WHAT IS NEEDED:
Look through the records and copy each line that has "provenance" in it.

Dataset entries
*****

import { buildApp } from './app.js';
import { loadConfig } from './config.js';

/**
 * Listen, and close gracefully on SIGINT/SIGTERM: readiness turns false first, in-flight requests finish, then
 * the process exits. A second signal, or 10 s without closing, forces the exit.
 */
const config = loadConfig();
const app = await buildApp({
  config,
  logger: {
    level: config.logLevel,
    redact: { paths: ['req.headers.authorization', 'req.headers.cookie', 'req.headers["x-api-key"]'], remove: true },
  },
});

let closing = false;
async function shutdown(signal: string): Promise<void> {
  if (closing) process.exit(1);
  closing = true;
  app.appState.ready = false;
  app.log.info({ signal }, 'shutting down');
  const timer = setTimeout(() => process.exit(1), 10_000);
  timer.unref();
  await app.close();
  process.exit(0);
}
process.on('SIGINT', () => void shutdown('SIGINT'));
process.on('SIGTERM', () => void shutdown('SIGTERM'));

await app.listen({ host: config.host, port: config.port });
{
  // Where to go next, in one line: the service, its page and its documentation.
  const address = app.server.address();
  const port = typeof address === 'object' && address ? address.port : config.port;
  const host = ['0.0.0.0', '::'].includes(config.host)
    ? 'localhost'
    : config.host.includes(':')
      ? `[${config.host}]`
      : config.host;
  const base = `http://${host}:${port}`;
  app.log.info(
    { url: base, page: `${base}/`, docs: `${base}/docs/`, openapi: `${base}/openapi.json` },
    `branchwise listening on ${base} (page ${base}/, documentation ${base}/docs/)`,
  );
}
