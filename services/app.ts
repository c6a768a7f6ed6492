import { randomUUID } from 'node:crypto';
import swagger from '@fastify/swagger';
import Fastify, { type FastifyInstance, type FastifyServerOptions } from 'fastify';
import {
  jsonSchemaTransform,
  jsonSchemaTransformObject,
  serializerCompiler,
  validatorCompiler,
} from 'fastify-type-provider-zod';
import { type Config, DEFAULT_CONFIG } from './config.js';
import { sendProblem, toProblem } from './errors.js';
import { createMetrics, type Metrics } from './metrics.js';
import { finishDocument } from './openapi/finish.js';
import { openapiInfo, PACKAGE_VERSION } from './openapi-info.js';
import { pageRoute } from './page/route.js';
import { admitBySize } from './plugins/admission.js';
import { keyRing, requireApiKey } from './plugins/api-keys.js';
import { limitBodyTime } from './plugins/body-deadline.js';
import { parseBodies } from './plugins/body-parsers.js';
import { docsPage } from './plugins/docs.js';
import { graphqlRoutes } from './plugins/graphql.js';
import { openRoutes } from './plugins/probes.js';
import { answerProtocolEdges, answerWithProblems, clientErrorHandler, requireHost } from './plugins/problems.js';
import { limitRate } from './plugins/rate-limit.js';
import { secureHeaders } from './plugins/security.js';
import { shedLoad, watchEventLoop } from './plugins/shedding.js';
import { createPool, type Pool } from './pool.js';
import { hashRequestBodies } from './provenance.js';
import { RawBody } from './raw-body.js';
import { batchRoutes } from './rest/batch.js';
import { checkRoutes } from './rest/checks.js';
import { fitRoutes } from './rest/fits.js';
import { peakRoutes } from './rest/peaks.js';
import { potentialRoutes } from './rest/potentials.js';
import { reportRoutes } from './rest/reports.js';
import { speciesRoutes } from './rest/species.js';
import type { fitRequestSchema } from './schemas/fit.js';
import { quickFitRequest } from './schemas/fit-quick.js';
import { quickPeaksRequest } from './schemas/peaks.js';
import { compiledSerializerCompiler } from './serializer.js';

export { MAX_JSON_DEPTH } from './plugins/body-parsers.js';

/** What a caller's X-Request-Id may be to be used as the request's id. */
const REQUEST_ID = /^[A-Za-z0-9._:-]{1,128}$/;

export interface AppOptions {
  readonly config?: Config;
  readonly logger?: FastifyServerOptions['logger'];
}

export interface AppState {
  /** False once shutdown has begun: /readyz then answers 503 so that load balancers stop sending work. */
  ready: boolean;
}

declare module 'fastify' {
  interface FastifyInstance {
    appState: AppState;
    pool: Pool;
    metrics: Metrics;
  }
}

/**
 * The application as a plugin-style factory: tests build it and call `inject` without a port; server.ts listens.
 * Each cross-cutting concern is a function in services/plugins/; this one only puts them in order. The work
 * routes (/v1 and GraphQL) live in one encapsulated scope that holds their protection (rate limit, keys,
 * shedding): whatever path spelling the router matched, the route's scope decides.
 * @see https://fastify.dev/docs/latest/Reference/Server/
 */
export async function buildApp(options: AppOptions = {}): Promise<FastifyInstance> {
  const config = options.config ?? DEFAULT_CONFIG;
  const app = Fastify({
    logger: options.logger ?? false,
    bodyLimit: config.bodyLimit,
    onProtoPoisoning: 'error',
    onConstructorPoisoning: 'error',
    // A caller's X-Request-Id is taken when it looks like an id (1–128 of A–Z a–z 0–9 . _ : -); anything else gets a
    // fresh one: a 10 000-character or markup value was echoed in the response header and written to every log line.
    requestIdHeader: false,
    genReqId: (req) => {
      const given = req.headers['x-request-id'];
      return typeof given === 'string' && REQUEST_ID.test(given) ? given : randomUUID();
    },
    ajv: { customOptions: { strict: false } },
    requestTimeout: config.requestTimeoutMs,
    // A request that reached the server on an open connection while it closes is served (within the grace period),
    // not refused with fastify's bare 503: behind nginx that 503 went to the client (docker/loopback-check.sh, 1 in
    // ~300 requests when an instance was stopped). New connections are refused once closing; see the onSend hook.
    return503OnClosing: false,
    // Node checks the request timeout every connectionsCheckingInterval (30 s by default): a tenth of the timeout
    // keeps the 408 within REQUEST_TIMEOUT_MS + 10 % instead of up to 30 s late.
    // Node's own Host check answers a bare 400 with no body: turned off here, answered as a problem by requireHost.
    http: {
      requireHostHeader: false,
      ...(config.requestTimeoutMs > 0
        ? { connectionsCheckingInterval: Math.min(30_000, Math.max(100, Math.round(config.requestTimeoutMs / 10))) }
        : {}),
    },
    clientErrorHandler,
    // The router's own refusals (a malformed URL, a parameter over maxParamLength) as problems too.
    frameworkErrors: (error, request, reply) => {
      sendProblem(reply, toProblem(error, request));
    },
    trustProxy:
      typeof config.trustProxy === 'number'
        ? (
            (hops: number) => (_addr: string, i: number) =>
              i < hops
          )(config.trustProxy)
        : config.trustProxy,
  });
  answerProtocolEdges(app.server);
  requireHost(app);
  app.decorate('appState', { ready: true });
  app.decorate('pool', createPool(config));
  app.decorate('metrics', createMetrics(config));
  const signals = watchEventLoop();
  app.addHook('onClose', async () => {
    signals.stop();
    await app.pool.close();
  });

  answerWithProblems(app);
  await secureHeaders(app, config);

  // Request metrics by route template (bounded labels).
  app.addHook('onResponse', async (request, reply) => {
    app.metrics.requestDuration
      .labels(request.routeOptions.url ?? 'unmatched', request.method, `${Math.floor(reply.statusCode / 100)}xx`)
      .observe(reply.elapsedTime / 1000);
  });
  app.addHook('onSend', async (request, reply) => {
    reply.header('x-request-id', request.id);
    // Shutting down: no keep-alive. A proxy would otherwise send its next request on this connection and get the
    // 503 fastify gives requests that reach a closing server; a new connection is refused instead, which nginx
    // retries on another replica (proxy_next_upstream error). Measured with docker/loopback-check.sh.
    if (!app.appState.ready) reply.header('connection', 'close');
  });

  parseBodies(app, config);
  // The SHA-256 of every body as received, for the provenance of each response.
  hashRequestBodies(app);
  // A body that is not received within REQUEST_TIMEOUT_MS: 408 (after the hash, so it watches the parsers' stream).
  limitBodyTime(app, config);

  await app.register(swagger, {
    openapi: openapiInfo,
    // Only zod-described routes belong in the document (STACK.md G4: the transform throws on others).
    transform: (d) => {
      const s = d.schema as Record<string, unknown> | undefined;
      const zodDescribed = s?.body !== undefined || s?.params !== undefined || s?.response !== undefined;
      const isZod = (x: unknown) => typeof x === 'object' && x !== null && '_zod' in x;
      if (
        !s ||
        s.hide ||
        !zodDescribed ||
        ![s.body, s.params, s.querystring].every((x) => x === undefined || isZod(x))
      ) {
        return { schema: { hide: true }, url: d.url };
      }
      return jsonSchemaTransform(d);
    },
    // What the zod schemas cannot say (text bodies, protections, probes, examples): services/openapi/finish.ts.
    transformObject: (d) => finishDocument(jsonSchemaTransformObject(d), PACKAGE_VERSION),
  });

  await docsPage(app);
  openRoutes(app);
  pageRoute(app, config);

  // The protected scope: rate limit first (so that wrong keys are counted), then keys, then shedding.
  const keys = keyRing(config);
  await app.register(async (work) => {
    await limitRate(work, config, keys);
    requireApiKey(work, keys);
    shedLoad(work, config, signals, () => app.pool.queued);
    admitBySize(work, config, app.pool);
    // The zod-validated REST routes live in their own encapsulated scope (STACK.md G3).
    await work.register(
      async (v1) => {
        // A large body left unparsed (RawBody) is validated by the worker that parses it.
        // A spectrum's two long arrays are checked by a loop, not element by element by zod (schemas/peaks.ts).
        v1.setValidatorCompiler((route) => {
          const validate = validatorCompiler(route as Parameters<typeof validatorCompiler>[0]);
          const peaksBody = route.httpPart === 'body' && route.url.endsWith('/peaks');
          // A fit request's lines of the commonest form are checked by a loop (schemas/fit-quick.ts).
          const fitsBody = route.httpPart === 'body' && route.url === '/v1/fits';
          const fitSchema = fitsBody ? (route.schema as ReturnType<typeof fitRequestSchema>) : undefined;
          return (data: unknown) => {
            if (data instanceof RawBody) return { value: data };
            const quick = peaksBody
              ? quickPeaksRequest(data)
              : fitSchema
                ? quickFitRequest(data, config.maxLines, fitSchema)
                : undefined;
            return quick ? { value: quick } : validate(data);
          };
        });
        v1.setSerializerCompiler(config.validateResponses ? serializerCompiler : compiledSerializerCompiler);
        await v1.register(fitRoutes(config));
        await v1.register(checkRoutes(config));
        await v1.register(peakRoutes(config));
        await v1.register(reportRoutes(config));
        await v1.register(batchRoutes(config));
        await v1.register(speciesRoutes);
        await v1.register(potentialRoutes(config));
      },
      { prefix: '/v1' },
    );
    await graphqlRoutes(work, config, app);
  });

  return app;
}
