import { describe, expect, it } from 'vitest';
import { dunhamFromConstants, printedDigitsUncertainty } from '../../src/potential/constants-input.js';
import { potentialCurves } from '../../src/potential/potential-curve.js';
import { parseSpecies } from '../../src/species/parse.js';
import { reducedMass } from '../../src/species/reduced-mass.js';
import { seededRandom } from '../helpers/random.js';

// The Monte Carlo check of the printed-digits uncertainty (its own file: 400 curves, too slow for a mutation run of
// the RKR kernels; the rule itself is tested in constants-input.test.ts).
describe('uncertainty implied by printed digits, carried to the turning points', () => {
  it('propagated to the turning points, it matches a Monte Carlo of uniform rounding errors (400 draws, 15 %)', () => {
    // CO X ¹Σ⁺, Huber & Herzberg (1979), recalled (as potential-curve.test.ts), each at its printed digits.
    const printed = {
      omega_e: 2169.81358,
      omega_e_x_e: 13.28831,
      omega_e_y_e: 0.010511,
      B_e: 1.93128087,
      alpha_e: 0.01750441,
    };
    const mu = reducedMass(parseSpecies('CO'));
    const curves = (values: Record<string, number>, withUncertainty: boolean) => {
      const d = dunhamFromConstants({
        values: Object.fromEntries(
          Object.entries(values).map(([k, v]) => [
            k,
            { value: v, ...(withUncertainty ? { uncertainty: printedDigitsUncertainty(v) } : {}) },
          ]),
        ),
      });
      return potentialCurves({
        coefficients: d.coefficients,
        covariance: d.covariance,
        reducedMass: mu,
        vMax: 10,
        verify: false,
      });
    };
    const reported = curves(printed, true).levels;
    const rand = seededRandom(1701);
    const draws = 400;
    const sum = new Float64Array(22);
    const sq = new Float64Array(22);
    for (let t = 0; t < draws; t++) {
      const perturbed = Object.fromEntries(
        Object.entries(printed).map(([k, v]) => [k, v + (rand() - 0.5) * printedDigitsUncertainty(v) * Math.sqrt(12)]),
      );
      // Deviations from the unperturbed points (σ ~ 1e-8 Å on 1 Å: sums of squares of the values would cancel).
      curves(perturbed, false).levels.forEach((l, i) => {
        const dMin = l.rMin.value - (reported[i]?.rMin.value as number);
        const dMax = l.rMax.value - (reported[i]?.rMax.value as number);
        sum[2 * i] = (sum[2 * i] as number) + dMin;
        sq[2 * i] = (sq[2 * i] as number) + dMin ** 2;
        sum[2 * i + 1] = (sum[2 * i + 1] as number) + dMax;
        sq[2 * i + 1] = (sq[2 * i + 1] as number) + dMax ** 2;
      });
    }
    reported.forEach((l, i) => {
      for (const [k, q] of [
        [2 * i, l.rMin],
        [2 * i + 1, l.rMax],
      ] as const) {
        const mean = (sum[k] as number) / draws;
        const sd = Math.sqrt(Math.max(0, (sq[k] as number) / draws - mean * mean));
        expect(q.uncertainty).toBeGreaterThan(0);
        // The standard error of an SD from 400 draws is ≈ 3.5 %; 15 % is about 4 of them.
        expect(Math.abs(sd / q.uncertainty - 1)).toBeLessThan(0.15);
      }
    });
  });
});
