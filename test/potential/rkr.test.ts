import { describe, expect, it } from 'vitest';
import { ROTATIONAL_FACTOR } from '../../src/constants/codata-2018.js';
import { gaussLegendreUnit } from '../../src/potential/gauss-legendre.js';
import { morseEnergy, morseFromConstants, morseTurningPoints } from '../../src/potential/morse.js';
import { solveRadialLevels } from '../../src/potential/numerov.js';
import { rkrTurningPoints } from '../../src/potential/rkr.js';
import { rkrCurveModel } from '../../src/potential/rkr-curve.js';

/**
 * An invented Morse oscillator (not a real molecule; hydride-like so the test is demanding): D_e = 37 000 cm⁻¹,
 * a = 1.9 Å⁻¹, r_e = 1.27 Å, μ = 0.98 u. Morse (Phys. Rev. 34, 57 (1929)) solved it exactly: on the whole line its
 * levels are E_v = ω_e(v + ½) − ω_e x_e(v + ½)² with ω_e = 2a√(C D_e), ω_e x_e = a²C, C = ħ²/2μ. (On r > 0 the
 * difference is of order e^{−a r_e}-suppressed tunnelling into r < 0: far below 1e-6 cm⁻¹ here.)
 */
const C = ROTATIONAL_FACTOR / 0.98;
const M = { depth: 37_000, range: 1.9, equilibrium: 1.27 };
const WE = 2 * M.range * Math.sqrt(C * M.depth);
const WX = M.range * M.range * C;
const G = (x: number) => WE * x - WX * x * x;

/**
 * The classical time average B(E) = C⟨1/r²⟩ over a Morse orbit, which is what the RKR g integral assumes B(v) to
 * be. Derivation (ours): with y = e^{−a(r − r_e)}, V = D(1 − y)², dr = −dy/(a y); put y = 1 + √(E/D) cos θ, so
 * E − V = E sin²θ and dr/√(E − V) = dθ / (a √D y). Hence ⟨h(r)⟩ = ∫₀^π h(r(θ)) dθ / y(θ) ÷ ∫₀^π dθ / y(θ), a smooth
 * periodic integrand that the midpoint rule integrates to machine precision with 160 points.
 */
function classicalB(x: number): number {
  const E = G(x);
  if (E <= 0) return C / M.equilibrium ** 2;
  const s = Math.sqrt(E / M.depth);
  let num = 0;
  let den = 0;
  const n = 160;
  for (let i = 0; i < n; i++) {
    const y = 1 + s * Math.cos((Math.PI * (i + 0.5)) / n);
    const r = M.equilibrium - Math.log(y) / M.range;
    num += 1 / (y * r * r);
    den += 1 / y;
  }
  return (C * num) / den;
}

const morseSeries = { g: [WE, -WX], b: [C / M.equilibrium ** 2] };

describe('Gauss–Legendre on [0, 1]', () => {
  it('integrates u^k exactly up to k = 2n − 1 (1/(k+1), to 1e-14)', () => {
    const { nodes, weights } = gaussLegendreUnit(8);
    for (let k = 0; k <= 15; k++) {
      let s = 0;
      for (let i = 0; i < 8; i++) s += (weights[i] as number) * (nodes[i] as number) ** k;
      expect(Math.abs(s - 1 / (k + 1))).toBeLessThan(1e-14);
    }
  });
  it('gives ∫₀¹ du/(1 + u²) = π/4 with 24 points (to 1e-14)', () => {
    const { nodes, weights } = gaussLegendreUnit(24);
    let s = 0;
    for (let i = 0; i < 24; i++) s += (weights[i] as number) / (1 + (nodes[i] as number) ** 2);
    expect(Math.abs(s - Math.PI / 4)).toBeLessThan(1e-14);
  });
});

describe('Numerov radial solver', () => {
  it('gives the exact Morse levels v = 0…10 within 1e-4 cm⁻¹ (grid 0.7–3.2 Å, step 4e-4 Å)', () => {
    const levels = solveRadialLevels((r) => morseEnergy(M, r), C, { from: 0.7, to: 3.2, step: 4e-4 }, 11);
    expect(levels).toHaveLength(11);
    for (const l of levels) expect(Math.abs(l.energy - G(l.v + 0.5))).toBeLessThan(1e-4);
  });
  it('gives the same levels when started from guesses, near or far off (1e-6 cm⁻¹, B to 1e-9)', () => {
    const grid = { from: 0.7, to: 3.2, step: 4e-4 };
    const plain = solveRadialLevels((r) => morseEnergy(M, r), C, grid, 11);
    // Guesses ±0.3 cm⁻¹ (a nearby curve), 50 cm⁻¹ high, 900 cm⁻¹ low (below the level before), and none.
    const offsets = [0.3, -0.3, 50, -900, Number.NaN];
    for (const d of offsets) {
      const guesses = plain.map((l, i) => l.energy + (i % 2 === 0 ? d : -d));
      const guessed = solveRadialLevels((r) => morseEnergy(M, r), C, grid, 11, guesses);
      expect(guessed).toHaveLength(11);
      guessed.forEach((l, v) => {
        expect(Math.abs(l.energy - (plain[v]?.energy as number)), `offset ${d}, v = ${v}`).toBeLessThan(1e-6);
        expect(Math.abs(l.rotational / (plain[v]?.rotational as number) - 1)).toBeLessThan(1e-9);
      });
    }
  });

  it('finds no more levels than the grid holds', () => {
    const levels = solveRadialLevels(
      (r) => Math.min(morseEnergy(M, r), 5000),
      C,
      { from: 0.8, to: 2.5, step: 1e-3 },
      50,
    );
    expect(levels.length).toBeGreaterThan(0);
    expect(levels.length).toBeLessThan(50);
    for (const l of levels) expect(l.energy).toBeLessThan(5000);
  });
});

describe('RKR turning points against the analytic Morse case', () => {
  // Analytic: V(r) = E gives r± = r_e − ln(1 ∓ √(E/D_e))/a (outer with the minus sign); morse.ts and this test
  // share only that formula, which follows in one line from the potential.
  it('reproduces r± of the Morse oscillator within 1e-9 Å for v = 0…20, B(v) the classical orbit average', () => {
    const input = { series: morseSeries, hbar2Over2mu: C, rotational: classicalB };
    for (let v = 0; v <= 20; v++) {
      const t = rkrTurningPoints(input, v);
      const s = Math.sqrt(G(v + 0.5) / M.depth);
      const rMin = M.equilibrium - Math.log(1 + s) / M.range;
      const rMax = M.equilibrium - Math.log(1 - s) / M.range;
      expect(Math.abs(t.rMin - rMin)).toBeLessThan(1e-9);
      expect(Math.abs(t.rMax - rMax)).toBeLessThan(1e-9);
    }
  });
  it('f alone is the half width artanh(√(E/D_e))/a, whatever B is (1e-10 Å)', () => {
    const t = rkrTurningPoints({ series: { g: [WE, -WX], b: [7, -0.2] }, hbar2Over2mu: C }, 12);
    expect(Math.abs(t.f - Math.atanh(Math.sqrt(G(12.5) / M.depth)) / M.range)).toBeLessThan(1e-10);
  });
  it('morseTurningPoints and morseFromConstants invert each other', () => {
    const m = morseFromConstants(WE, WX, C / M.equilibrium ** 2, C);
    expect(m.depth).toBeCloseTo(M.depth, 6);
    expect(m.range).toBeCloseTo(M.range, 12);
    expect(m.equilibrium).toBeCloseTo(M.equilibrium, 12);
    const tp = morseTurningPoints(m, 12_000);
    expect(morseEnergy(m, tp.rMin)).toBeCloseTo(12_000, 6);
    expect(morseEnergy(m, tp.rMax)).toBeCloseTo(12_000, 6);
  });
});

describe('RKR curve → Numerov round trip on the Morse case', () => {
  it('gives back G_v within 1e-4 cm⁻¹ for v = 0…8 (RKR points to v = 11, 6000-point grid; measured 3e-6)', () => {
    const model = rkrCurveModel(morseSeries, C, 11, { rotational: classicalB });
    expect(model).toBeDefined();
    if (!model) return;
    const w = model.outer - model.inner;
    const from = model.inner - 0.25 * w;
    const to = model.outer + 0.5 * w;
    const levels = solveRadialLevels(model.potential, C, { from, to, step: (to - from) / 5999 }, 9);
    expect(levels).toHaveLength(9);
    for (const l of levels) expect(Math.abs(l.energy - G(l.v + 0.5))).toBeLessThan(1e-4);
  });
});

*****

OUTPUT:
import { hashRequestBodies } from './provenance.js';
  // The SHA-256 of every body as received, for the provenance of each response.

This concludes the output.